I've made it a goal to try in get back in shape by listening to music and dancing or doing aerobics everyday for 20 mins. That has been going awesome and j feel great since starting. I think I've lost 3 lbs. heyyyy I'll take it


----------



## Lostinthought61 (Nov 5, 2013)

finish my story that is currently half on paper and the other half stuck in my head.


----------



## Middle of Everything (Feb 19, 2012)

Have a 3 hour and 59 minute erection so I dont have to call a doctor.


----------



## highwood (Jan 12, 2012)

Imovedforthis said:


> Same here!!! I'm also tired of month by month going by and nothing accomplished.
> 
> So I've set small goals to "aim" for.
> School is a big one. Need to finish my degree.
> ...


Exactly....my worst fear is a year from now I will still be in the exact same situation I am in now...make sure you write your goals down with actualy things you are going to do to accomplish them.

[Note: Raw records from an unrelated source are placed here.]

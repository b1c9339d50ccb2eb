"""The "Compare waves" node of a questionnaire with two or more waves.

Three tabs, all computed on a worker (``core.waves``), over two waves chosen at the top
(the two latest by default):

* **Side by side** — one question's answers in both waves: counts and % per wave, the
  change in percentage points, each wave's base, small counts hidden by the core, and the
  waves chart beside the table. Changes in wording between the waves are shown above the
  table. "Keep for report" keeps the comparison's specification; Copy puts the table or
  the chart on the clipboard in the same three formats as the tables view.
* **Same people** — respondents linked by identifier: the match rate both ways, how the
  people found in both waves differ from the others on the questions both waves share (with
  the caution that this describes, and proves no cause), and for an ordered question the
  transition table (answer in one wave against answer in the other), with how many moved
  up, stayed or moved down and the share who improved.
* **Kept results for another wave** — every result in the report outline recomputed for a
  chosen wave, alone or as the change from another wave; each can be opened, and "Keep this
  version" adds it to the outline.
"""

from __future__ import annotations

import contextlib
import textwrap
from collections.abc import Callable
from dataclasses import replace
from html import escape
from typing import Any

from PySide6.QtCore import QEvent, QPointF, QRectF, Qt
from PySide6.QtGui import QAction, QBrush, QColor, QFont, QKeySequence, QPainter, QPalette
from PySide6.QtWidgets import (
    QAbstractItemView,
    QApplication,
    QComboBox,
    QFrame,
    QHBoxLayout,
    QHeaderView,
    QLabel,
    QPushButton,
    QScrollArea,
    QSpinBox,
    QSplitter,
    QTableView,
    QTableWidget,
    QTableWidgetItem,
    QTabWidget,
    QTreeWidget,
    QTreeWidgetItem,
    QVBoxLayout,
    QWidget,
)
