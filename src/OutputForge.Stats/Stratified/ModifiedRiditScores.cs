using OutputForge.Stats.Contingency;

namespace OutputForge.Stats.Stratified;

/// <summary>
/// Modified ridit (standardized midrank) column scores of one table: a_j = (2 C_j - n_j + 1) / (2 (N + 1)),
/// with n_j the column total, C_j the cumulative total up to and including column j and N the table total,
/// i.e. the column's midrank divided by N + 1: ridits (Bross 1958, Biometrics 14:18-38) standardized for
/// the CMH mean score statistics of Landis, Heyman and Koch (1978, Int Stat Rev 46:237-254), recalled from
/// memory; the same as the "midrank" scores of the R package vcdExtra's CMHtest, which the tests check
/// against. An empty column gets the score of the
/// boundary between its neighbours.
/// </summary>
public static class ModifiedRiditScores
{
    public static IReadOnlyList<double> Of(int[,] table)
    {
        ArgumentNullException.ThrowIfNull(table);
        var totals = TableMargins.ColumnTotals(table).ToArray();
        double n = totals.Sum();
        var scores = new double[totals.Length];
        double cumulative = 0;
        for (var j = 0; j < totals.Length; j++)
        {
            cumulative += totals[j];
            scores[j] = (2 * cumulative - totals[j] + 1) / (2 * (n + 1));
        }
        return scores;
    }
}
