namespace OutputForge.Stats.Stratified;

/// <summary>
/// The Mantel-Haenszel common risk difference p1 - p2 (Greenland and Robins 1985, Biometrics
/// 41:55-68), RD_MH = sum w_k (p1k - p2k) / sum w_k with w_k = n1k n2k / N_k, and the confidence
/// interval RD_MH -/+ z sqrt(v) with the variance of Sato (1989, Biometrics 45:1323-1324), which is
/// consistent both for many sparse strata and for few large ones:
/// v = (RD_MH sum P_k + sum Q_k) / (sum w_k)^2, P_k = (n1k^2 y2k - n2k^2 y1k + n1k n2k (n2k - n1k) / 2) / N_k^2,
/// Q_k = (y1k (n2k - y2k) + y2k (n1k - y1k)) / (2 N_k), y the events.
/// Limits beyond [-1, 1] are truncated and noted. Strata without subjects in a group are skipped and
/// returned as stratum remarks.
/// </summary>
public static class MantelHaenszelRiskDifference
{
    public static IntervalResult Compute(IReadOnlyList<StratumCounts> strata, double level = 0.95)
    {
        ConfidenceLevel.Validate(level);
        var (used, remarks) = StrataSelection.Select(strata);
        var notes = new List<string>();
        if (used.Count == 0)
        {
            return IntervalResult.NotEstimable("no stratum has subjects in both groups") with { StratumRemarks = remarks };
        }
        double weighted = 0, weights = 0, sumP = 0, sumQ = 0;
        foreach (var k in used)
        {
            double n = k.N, n1 = k.Total1, n2 = k.Total2, y1 = k.Events1, y2 = k.Events2;
            double w = n1 * n2 / n;
            weighted += w * (y1 / n1 - y2 / n2);
            weights += w;
            sumP += (n1 * n1 * y2 - n2 * n2 * y1 + n1 * n2 * (n2 - n1) / 2) / (n * n);
            sumQ += (y1 * (n2 - y2) + y2 * (n1 - y1)) / (2 * n);
        }
        double estimate = weighted / weights;
        double variance = Math.Max(0, (estimate * sumP + sumQ) / (weights * weights));
        double half = ConfidenceLevel.NormalQuantile(level) * Math.Sqrt(variance);
        double lower = estimate - half;
        double upper = estimate + half;
        if (lower < -1)
        {
            notes.Add("The lower limit was truncated to -1.");
            lower = -1;
        }
        if (upper > 1)
        {
            notes.Add("The upper limit was truncated to 1.");
            upper = 1;
        }
        if (variance == 0)
        {
            notes.Add("The variance is zero (every stratum has both groups at 0% or at 100%), so the interval has zero width.");
        }
        return new IntervalResult(estimate, lower, upper) { Notes = notes, StratumRemarks = remarks };
    }
}
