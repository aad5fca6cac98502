using OutputForge.Stats.Proportions;

namespace OutputForge.Stats.Stratified;

/// <summary>
/// The stratified Miettinen-Nurminen score interval for a common risk difference p1 - p2 over K strata
/// (Miettinen and Nurminen 1985, Stat Med 4:213-226, section on stratified data), with the
/// Cochran-Mantel-Haenszel-type weights w_k = n1k n2k / (n1k + n2k).
/// For a hypothesised common difference delta, each stratum has its maximum likelihood estimates
/// (p1k~, p2k~) restricted to p1k~ - p2k~ = delta (the same closed-form cubic root as the unstratified
/// interval, <see cref="MiettinenNurminenScore.RestrictedEstimates"/>), and
/// Z(delta) = sum w_k (d_k - delta) / sqrt( sum w_k^2 V_k~ ),
/// V_k~ = (p1k~ q1k~ / n1k + p2k~ q2k~ / n2k) N_k / (N_k - 1), d_k = y1k / n1k - y2k / n2k.
/// The limits solve Z(delta) = +z (lower) and -z (upper), found by bisection on [-1, estimate] and
/// [estimate, 1], as for one stratum.
/// Point estimate: the root of the score, Z(delta) = 0. Because the weights do not depend on delta,
/// that root is exactly the weighted difference sum w_k d_k / sum w_k, so the two choices coincide; it
/// also equals the Mantel-Haenszel risk difference, whose weights are the same.
/// With K = 1 the statistic is the unstratified Miettinen-Nurminen statistic, so the interval is the
/// unstratified one. Strata with no subjects in a group carry no information and are skipped, each
/// returned in <see cref="IntervalResult.StratumRemarks"/>; when no stratum is left the result is not estimable.
/// </summary>
public static class StratifiedMiettinenNurminen
{
    public const string MethodName = "stratified Miettinen-Nurminen score";

    private const int BisectionSteps = 200;

    public static IntervalResult Compute(IReadOnlyList<StratumCounts> strata, double level = 0.95)
    {
        ConfidenceLevel.Validate(level);
        var (used, remarks) = StrataSelection.Select(strata);
        var notes = new List<string>();
        if (used.Count == 0)
        {
            return IntervalResult.NotEstimable("no stratum has subjects in both groups") with { StratumRemarks = remarks };
        }
        double weighted = 0, weights = 0;
        foreach (var k in used)
        {
            double w = Weight(k);
            weighted += w * ((double)k.Events1 / k.Total1 - (double)k.Events2 / k.Total2);
            weights += w;
        }
        double estimate = Math.Clamp(weighted / weights, -1, 1);
        double z = ConfidenceLevel.NormalQuantile(level);
        double lower = Solve(-1, estimate, z, used);
        double upper = Solve(estimate, 1, -z, used);
        if (lower == upper)
        {
            notes.Add("The interval has zero width.");
        }
        return new IntervalResult(estimate, lower, upper) { Notes = notes, StratumRemarks = remarks };
    }

    /// <summary>Z(delta) over the strata that have subjects in both groups; +/- infinity where the restricted variance vanishes.</summary>
    internal static double Statistic(double delta, IReadOnlyList<StratumCounts> strata)
    {
        var (used, _) = StrataSelection.Select(strata);
        return StatisticOver(delta, used);
    }

    private static double Weight(StratumCounts k) => k.Total1 * (double)k.Total2 / k.N;

    private static double StatisticOver(double delta, IReadOnlyList<StratumCounts> used)
    {
        double numerator = 0, variance = 0;
        foreach (var k in used)
        {
            double w = Weight(k);
            numerator += w * ((double)k.Events1 / k.Total1 - (double)k.Events2 / k.Total2 - delta);
            var (r1, r2) = MiettinenNurminenScore.RestrictedEstimates(delta, k.Events1, k.Total1, k.Events2, k.Total2);
            variance += w * w * (r1 * (1 - r1) / k.Total1 + r2 * (1 - r2) / k.Total2) * k.N / (k.N - 1.0);
        }
        if (numerator == 0)
        {
            return 0;
        }
        if (variance <= 0)
        {
            return numerator > 0 ? double.PositiveInfinity : double.NegativeInfinity;
        }
        return numerator / Math.Sqrt(variance);
    }

    /// <summary>
    /// Bisection for Z(delta) = target on [left, right] with Z decreasing; when the target is not crossed
    /// inside the bracket the limit is the end of the parameter space (as for one stratum).
    /// </summary>
    private static double Solve(double left, double right, double target, IReadOnlyList<StratumCounts> used)
    {
        bool forLower = target > 0;
        double outer = forLower ? left : right;
        double atOuter = StatisticOver(outer, used);
        if (forLower ? atOuter <= target : atOuter >= target)
        {
            return outer;
        }
        double a = left;
        double b = right;
        for (int step = 0; step < BisectionSteps && b - a > 1e-15; step++)
        {
            double mid = 0.5 * (a + b);
            if (StatisticOver(mid, used) > target)
            {
                a = mid;
            }
            else
            {
                b = mid;
            }
        }
        return 0.5 * (a + b);
    }
}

Makes a huge difference seeing it in writing.


----------



## Imovedforthis (Dec 18, 2015)

I need to write them down.
That's my fear as well- being one year out and in this same spot, and nothing has changed eek! 
I guess the only difference though is now I realize it bothers me so hopefully I will do more this next year. 
I've already been doing some small changes around the house that I've put off for years (painting furniture) and just doing that has helped. I feel like I finally accomplished something and it feels good so I need to keep with the small goals also and yes, totally need to write them down!

Curious- when you write yours down are they just written out? Or do you have set timelines on each thing?


----------



## Mr. Nail (Apr 26, 2011)

Good, good. The first step to overcoming your goals is to admit that you have them . . . . . 

oh wrong topic.

Finish my wood badge tickets.
Hike over that mountain south of me (10 miles with 4000 feet of elevation change)
Swim a mile (DONE!)(again!3/4/16)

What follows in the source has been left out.